Recent advances in transfer learning, style transfer, speaker coding and factor decoupling provide potential solutions for low-resource speech cloning. In 2020, IQiyi jointly held the Multi-Speaker and Multi-Style Timbre Cloning Contest -M2VoC in ICASSP2021. The M2VoC Challenge aims to provide a common data set and a fair testing platform for the study of speech cloning tasks. As one of the flagship tasks of the Signal Processing Challenge of the International Conference on Acoustics, Speech and Signal Processing (ICASSP2021), researchers from academia and industry are strongly encouraged to join the Multi-Speaker multi-Style Timbre Cloning Contest (M2VoC). \
A total of 153 teams from around the world have signed up for the competition since its launch. The competition committee conducted two rounds of strictly subjective evaluation: the first consisted of the systems of all the submitted teams, and the second consisted of the systems of the teams with the highest scores in the first round (starting with the teams with marginal differences in scores).
The winner is chosen by combining the results of the two rounds of testing. For Track1, the final score is the average MOS score for voice quality, style, and speaker similarity; For Track2, the final score is the average MOS score in terms of sound quality and speaker similarity. Note: The final results of this competition are not included in the comprehensibility test score.
Recently, the organizing committee reviewed and published the ICASSP2021 M2VoC high-scoring teams according to the submitted proposals.
You can click “Read the original article” to check the official website.
At 2pm on March 10th, we invited representatives of the top2 teams of the four circuits to gather on “cloud” together with the members of the organizing committee and judges to share excellent competition plans and review the wonderful content of the competition.
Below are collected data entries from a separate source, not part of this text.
/// Converts a non-negative `f32` to fixed point with `frac_bits` fraction
/// bits, rounding half up and saturating at `u32::MAX` (NaN, negatives and
/// subnormals give 0). Construction-time use only.
///
/// Works on the IEEE 754 bits with integer shifts, so no floating-point
/// routine is linked on cores without an FPU, and every target gets the
/// same bits.
pub fn f32_to_fixed(v: f32, frac_bits: u32) -> u32 {
    let bits = v.to_bits();
    let exp = (bits >> 23) & 0xff;
    if bits >> 31 != 0 || exp == 0 {
        return 0;
    }
    if exp == 0xff {
        // Infinity saturates; NaN is 0.
        return if bits & 0x7f_ffff == 0 { u32::MAX } else { 0 };
    }
    let mant = (bits & 0x7f_ffff) | 0x80_0000;
    // v = mant · 2^(exp − 150), so v · 2^frac = mant · 2^(exp − 150 + frac).
    // In 32 bits (no 64-bit shift, a library call on Cortex-M0):
    // 2^23 ≤ mant < 2^24, so a left shift of 9 or more saturates, and a
    // right shift of 25 or more rounds to 0 (mant + 2^(s−1) < 2^s).
    let sh = exp as i32 - 150 + frac_bits as i32;
    if sh >= 0 {
        if sh > 8 {
            u32::MAX
        } else {
            mant << sh
        }
    } else {
        let s = sh.unsigned_abs();
        if s > 24 {
            0
        } else {
            (mant + (1 << (s - 1))) >> s
        }
    }
}

/// `v · 2^k`, exactly as the IEEE 754 product with the power of two (round
/// to nearest, ties to even, where the result is subnormal; ±infinity on
/// overflow), for `k` from −64 to 64 (clamped), by integer arithmetic on
/// the bits: no floating-point routine is linked on cores without an FPU.
/// Infinities and zeros keep their value and sign; a NaN stays a NaN
/// (quieted).
pub fn f32_mul_pow2(v: f32, k: i32) -> f32 {
    let bits = v.to_bits();
    let sign = bits & 0x8000_0000;
    let exp = ((bits >> 23) & 0xff) as i32;
    let frac = bits & 0x7f_ffff;
    if exp == 0xff {
        // Infinity stays; a NaN is returned quieted.
        return f32::from_bits(if frac == 0 { bits } else { bits | 0x40_0000 });
    }
    // v = m · 2^e with an integer significand m below 2^24.
    let (mut m, mut e) = if exp == 0 {
        (frac, -149)
    } else {
        (frac | 0x80_0000, exp - 150)
    };
    if m == 0 {
        return v;
    }
    e += k.clamp(-64, 64);
    // Normalise: the leading bit at 23 while the exponent allows.
    while m < 0x80_0000 && e > -149 {
        m <<= 1;
        e -= 1;
    }
    if e > 104 {
        // 2^24 · 2^104 = 2^128: beyond the largest finite value.
        return f32::from_bits(sign | 0x7f80_0000);
    }
    if e < -149 {
        // Subnormal: shift right, rounding half to even.
        let s = (-149 - e) as u32;
        if s > 25 {
            return f32::from_bits(sign);
        }
        let keep = m >> s;
        let rest = m & ((1 << s) - 1);
        let half = 1 << (s - 1);
        m = if rest > half || (rest == half && keep & 1 == 1) {
            keep + 1
        } else {
            keep
        };
        e = -149;
    }
    // Subnormal (exponent field 0) when m < 2^23; a rounding carry to
    // 2^23 is the smallest normal number, which the same sum encodes.
    let field = if m >= 0x80_0000 { (e + 150) as u32 } else { 0 };
    f32::from_bits(sign | ((field << 23) + (m & 0x7f_ffff)))
}

/// 2^(2^-k) in Q30 for k = 1..=16 (computed: round(2^(2^-k) · 2^30)).
const EXP2_FRAC_Q30: [u32; 16] = [
    1_518_500_250,
    1_276_901_417,
    1_170_923_762,
    1_121_280_436,
    1_097_253_708,
    1_085_434_106,
    1_079_572_136,
    1_076_653_033,
    1_075_196_443,
    1_074_468_888,
    1_074_105_294,
    1_073_923_544,
    1_073_832_680,
    1_073_787_251,
    1_073_764_537,
    1_073_753_181,
];

/// log2(10)/20 in Q32 (computed: round(0.166 096 404 744 · 2^32)).
const LOG2_10_OVER_20_Q32: u32 = 713_378_626;

/// The amplitude ratio of a level in decibels, `10^(db/20)`, in Q16
/// (65 536 = 1), for `db` from 0 to 60 (saturating above). Integer only:
/// `10^(db/20) = 2^(db · log2(10)/20)`, the fractional power of two built
/// from its bits with a 16-entry table of 2^(2^-k). Accurate to about
/// 2·10^-5 relative. Construction-time use only.
pub fn db_to_ratio_q16(db: f32) -> u32 {
    let db_q16 = f32_to_fixed(db, 16).min(60 << 16);
    // log2 of the ratio, Q16 (below 10 · 2^16).
    let y = (mul_wide(db_q16, LOG2_10_OVER_20_Q32) >> 32) as u32;
    let int = y >> 16;
    let frac = y & 0xffff;
    // 2^frac in Q30 (below 2^31).
    let mut r: u32 = 1 << 30;
    for (k, c) in EXP2_FRAC_Q30.iter().enumerate() {
        if frac & (1 << (15 - k)) != 0 {
            // r, c < 2^31: the product fits, and so does the result.
            r = (mul_wide(r, *c) >> 30) as u32;
        }
    }
    // Times 2^int, Q30 → Q16, rounding down: ⌊r · 2^int / 2^14⌋. The
    // clamp at 60 dB keeps int ≤ 9, so this is one right shift.
    r >> (14 - int.min(14))
}
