#[cfg(test)]
mod tests {
    extern crate std;
    use super::super::config::TimerWidth;
    use super::*;
    use crate::config::Config;
    use crate::error::ConfigError;
    use crate::mains::MainsSystem;
    use std::vec::Vec;

    fn front(edge: EdgeConfig) -> EdgeFrontend<1> {
        let cfg = Config::touch().with_mains(MainsMode::Hz50);
        EdgeFrontend::new(&edge, &cfg).unwrap()
    }

    #[test]
    fn sixteen_bit_counts_wrap_into_one_clock() {
        let mut f = front(EdgeConfig::new(1_000_000, TimerWidth::Bits16));
        let start = 65_536 - 100;
        let mut windows = 0;
        for k in 0..400u32 {
            let t = start + 20_000 * k;
            f.push_edge(0, true, t & 0xffff, |_| windows += 1);
            f.push_edge(0, false, (t + 3_000) & 0xffff, |_| windows += 1);
        }
        // Exactly the ticks elapsed, through 121 wraps.
        assert_eq!(f.now(), 20_000 * 399 + 3_000);
        assert!((398..=400).contains(&windows), "{windows}");
        let s = f.stats(0).unwrap();
        assert_eq!((s.out_of_order, s.same_level), (0, 0));
        assert!(s.pulses > 390, "{s:?}");
    }

    #[test]
    fn rejections_are_counted() {
        let mut f = front(EdgeConfig::new(1_000_000, TimerWidth::Bits32));
        f.push_edge(0, true, 1_000, |_| {});
        f.push_edge(0, true, 2_000, |_| {}); // same level
        f.push_edge(0, false, 900, |_| {}); // before the last edge
        f.push_edge(3, false, 3_000, |_| {}); // no such channel
        f.push_edge(0, false, 3_000, |_| {});
        let s = f.stats(0).unwrap();
        assert_eq!((s.same_level, s.out_of_order), (1, 1));
        assert_eq!(f.bad_channel(), 1);
    }

    #[test]
    fn glitches_cancel_and_ringing_is_one_edge() {
        let edge = EdgeConfig::new(1_000_000, TimerWidth::Bits32).with_glitch_ticks(50);
        let mut f = front(edge);
        // A 20 µs spike: cancelled.
        f.push_edge(0, true, 1_000, |_| {});
        f.push_edge(0, false, 1_020, |_| {});
        // A ringing rise (three transitions within 30 µs), a clean fall.
        for (i, r) in [true, false, true].iter().enumerate() {
            f.push_edge(0, *r, 5_000 + 15 * i as u32, |_| {});
        }
        f.push_edge(0, false, 8_000, |_| {});
        f.advance(9_000, |_| {});
        let c = f.ch[0];
        assert_eq!(c.stats.glitches, 2);
        assert!(!c.active());
        // Both confirmed edges of the ring's pulse, none of the spike's.
        assert_eq!(c.edges, 2);
    }

    #[test]
    fn acquires_50_and_60_hz_and_locks() {
        for (hz, system) in [(50.0, MainsSystem::Hz50), (60.0, MainsSystem::Hz60)] {
            let cfg = Config::touch();
            let edge = EdgeConfig::new(1_000_000, TimerWidth::Bits32);
            let mut f: EdgeFrontend<1> = EdgeFrontend::new(&edge, &cfg).unwrap();
            let period = 1e6 / hz;
            let mut healths = Vec::new();
            for k in 0..200u32 {
                let c = f64::from(k) * period + 4_000.0;
                f.push_edge(0, true, (c - 1_500.0) as u32, |cy| healths.push(cy.health));
                f.push_edge(0, false, (c + 1_500.0) as u32, |cy| healths.push(cy.health));
            }
            let m = f.mains();
            assert_eq!(m.system(), system);
            assert!(m.locked());
            assert!(
                (m.frequency_hz() - hz as f32).abs() < 0.01,
                "{}",
                m.frequency_hz()
            );
            assert!(healths.iter().all(|h| *h == MainsHealth::Ok));
        }
    }

    #[test]
    fn a_60_hz_supply_with_50_hz_configured_is_out_of_range() {
        let cfg = Config::touch().with_mains(MainsMode::Hz50);
        let edge = EdgeConfig::new(1_000_000, TimerWidth::Bits32);
        let mut f: EdgeFrontend<1> = EdgeFrontend::new(&edge, &cfg).unwrap();
        let mut last = MainsHealth::Ok;
        for k in 0..400u32 {
            let c = f64::from(k) * 1e6 / 60.0 + 4_000.0;
            f.push_edge(0, true, (c - 1_500.0) as u32, |cy| last = cy.health);
            f.push_edge(0, false, (c + 1_500.0) as u32, |cy| last = cy.health);
        }
        assert_eq!(last, MainsHealth::OutOfRange);
        assert!((59_900..=60_100).contains(&f.mains().apparent_mhz()));
    }

    #[test]
    fn construction_errors_name_the_field() {
        let cfg = Config::touch();
        let bad = [
            (EdgeConfig::new(999, TimerWidth::Bits32), "tick_hz"),
            (EdgeConfig::new(2_000_000, TimerWidth::Bits16), "tick_hz"),
            (
                EdgeConfig::new(1_000_000, TimerWidth::Bits32).with_glitch_ticks(1_516),
                "glitch_ticks",
            ),
            (
                EdgeConfig::new(1_000_000, TimerWidth::Bits32).with_hysteresis_permille(1_001),
                "hysteresis_permille",
            ),
            (
                EdgeConfig {
                    stuck_high_cycles: 3_000,
                    ..EdgeConfig::new(1_000_000, TimerWidth::Bits32)
                },
                "stuck_high_cycles",
            ),
        ];
        for (e, field) in bad {
            match EdgeFrontend::<1>::new(&e, &cfg) {
                Err(ConfigError::OutOfRange { field: f, .. }) => assert_eq!(f, field),
                other => panic!("{field}: {other:?}"),
            }
        }
        assert!(
            EdgeFrontend::<1>::new(&EdgeConfig::new(1_000_000, TimerWidth::Bits16), &cfg).is_ok()
        );
        assert!(
            EdgeFrontend::<1>::new(&EdgeConfig::new(1_441_791, TimerWidth::Bits16), &cfg).is_ok()
        );
    }
}
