//! Scenario files: a TOML format of our own, its validation, ground-truth
//! labels, and the entry point to rendering.
//!
//! A scenario names its channels (pads), the front end, the ADC, the mains
//! supply, the ambient coupling, the body, the board's ground, lamps, live
//! conductors, and a timeline of events. Every key is optional except
//! `name`, `duration_s` and at least one `[[channel]]` with a `name`; the
//! defaults are documented on each field below and in
//! `host-sim/scenarios/README.md`.
//!
//! ```
//! let s = humsim::scenario::Scenario::builtin("kitchen-panel")?;
//! let mut r = s.render(&humsim::scenario::RenderOptions { seconds: Some(0.5), seed: None })?;
//! let mut block = vec![0u16; 256 * r.channels()];
//! let mut frames = 0;
//! loop {
//!     let n = r.fill(&mut block);
//!     if n == 0 { break; }
//!     frames += n;
//! }
//! assert_eq!(frames, 1000); // 0.5 s at 2 kHz
//! let labels = s.labels(0.5);
//! assert!(labels.iter().all(|l| l.start_s < l.end_s));
//! # Ok::<(), humsim::scenario::ScenarioError>(())
//! ```
//!
//! Errors ([`ScenarioError`]) carry the file name, the line (and column where
//! the TOML parser gives one), the key, and what was expected.
//!
//! ## Detection range (field labels)
//! A live conductor is *within detection range* of a channel while the hum
//! it couples into that sense node is at least `labels.field_ratio`
//! (default 1.0) times the nominal ambient hum there, and the supply is
//! energised. Both couple the same mains voltage into the same node, so the
//! amplitude ratio equals the ratio of the coupling capacitances
//! `Σ C_conductor(t) / C_ambient`; the ambient's random drift is left out so
//! the labels depend only on the schedule.

use crate::adc::Adc;
use crate::body::{Body, Contact, Touch};
use crate::coupling::{DistanceSchedule, Geometry, SenseNode};
use crate::frontend::{Amplifier, Comparator, FollowerChain, FrontEnd};
use crate::interference::{burst, Discharge, Drift, Lamp};
use crate::labels::{Label, LabelKind};
use crate::mains::{Harmonic, MainsConfig, MainsEvent, MainsSchedule};
use serde::{Deserialize, Serialize};
use std::fmt;

const PF: f64 = 1e-12;
const MM: f64 = 1e-3;

// ---------------------------------------------------------------- errors

/// A problem with a scenario: where it is and what was expected.
#[derive(Debug, Clone, PartialEq)]
pub struct ScenarioError {
    /// File name (or `builtin:NAME`).
    pub file: String,
    /// 1-based line, when known.
    pub line: Option<usize>,
    /// 1-based column, when known.
    pub column: Option<usize>,
    /// The key concerned, e.g. `adc.bits` or `event[3].channel`.
    pub key: Option<String>,
    /// What is wrong and what is expected.
    pub message: String,
}

impl fmt::Display for ScenarioError {
    fn fmt(&self, f: &mut fmt::Formatter<'_>) -> fmt::Result {
        write!(f, "{}", self.file)?;
        if let Some(l) = self.line {
            write!(f, ":{l}")?;
            if let Some(c) = self.column {
                write!(f, ":{c}")?;
            }
        }
        write!(f, ": ")?;
        if let Some(k) = &self.key {
            write!(f, "key `{k}`: ")?;
        }
        write!(f, "{}", self.message)
    }
}

impl std::error::Error for ScenarioError {}

/// Where a key lives in the file, for locating it by line.
#[derive(Debug, Clone)]
struct KeyPath {
    table: &'static str,
    index: Option<usize>,
    key: Option<&'static str>,
}

impl KeyPath {
    fn top(key: &'static str) -> Self {
        KeyPath {
            table: "",
            index: None,
            key: Some(key),
        }
    }
    fn table(table: &'static str, key: &'static str) -> Self {
        KeyPath {
            table,
            index: None,
            key: Some(key),
        }
    }
    fn item(table: &'static str, index: usize, key: &'static str) -> Self {
        KeyPath {
            table,
            index: Some(index),
            key: Some(key),
        }
    }
    fn display(&self) -> String {
        let k = self.key.unwrap_or("");
        match (self.table, self.index) {
            ("", _) => k.to_string(),
            (t, Some(i)) if k.is_empty() => format!("{t}[{i}]"),
            (t, Some(i)) => format!("{t}[{i}].{k}"),
            (t, None) => format!("{t}.{k}"),
        }
    }
}

fn header_of(line: &str) -> Option<(bool, &str)> {
    let l = line.trim();
    if let Some(rest) = l.strip_prefix("[[") {
        let end = rest.find("]]")?;
        return Some((true, rest.get(..end)?.trim()));
    }
    if let Some(rest) = l.strip_prefix('[') {
        let end = rest.find(']')?;
        return Some((false, rest.get(..end)?.trim()));
    }
    None
}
Specific information of the report
Time: \
March 10, 2:00-5:00pm
Agenda:
time | The guest | The theme |
---|---|---|
2 -“ | Li Hai, senior manager of IQiyi | Washington – |
“- PM | Xie Lei is a professor at Northwestern Polytechnical University | New progress in anthropomorphic speech synthesis |
At 3:00 PM – | Wu Zhiyong is an associate professor at Tsinghua University | Controllable accent speech generation for intelligent Speech Interaction |
3:00-3:20 | Tian Xiaohai is a researcher at the National University of Singapore | Non-parallel Data Voice Conversion |
The man – 3:50 p.m | Mingqi Yang is a researcher at Ape Tutoring AI Lab | THE YUANFUDAO TTS SYSTEM FOR M2VOC 2021 |
3:50 p.m. -“ | Wang Tao, PhD student, Institute of Automation, Chinese Academy of Sciences | Personalized speech synthesis style transfer |
Disaster – 4:50 | Li Hongbin is a researcher at VIVO Research Institute in Shenzhen | ICASSP2021 M2VoC Competition model sharing |
4:50 – right” | Chien-ming chien is a researcher at the Speech Processing Lab at National Taiwan University | Investigating on Incorporating Pretrained and Learnable Speaker Representation for Multi-Speaker Multi-Style Text-to-Speech |
Participation:
Sweep code?????? Enter the sharing group to get detailed live links!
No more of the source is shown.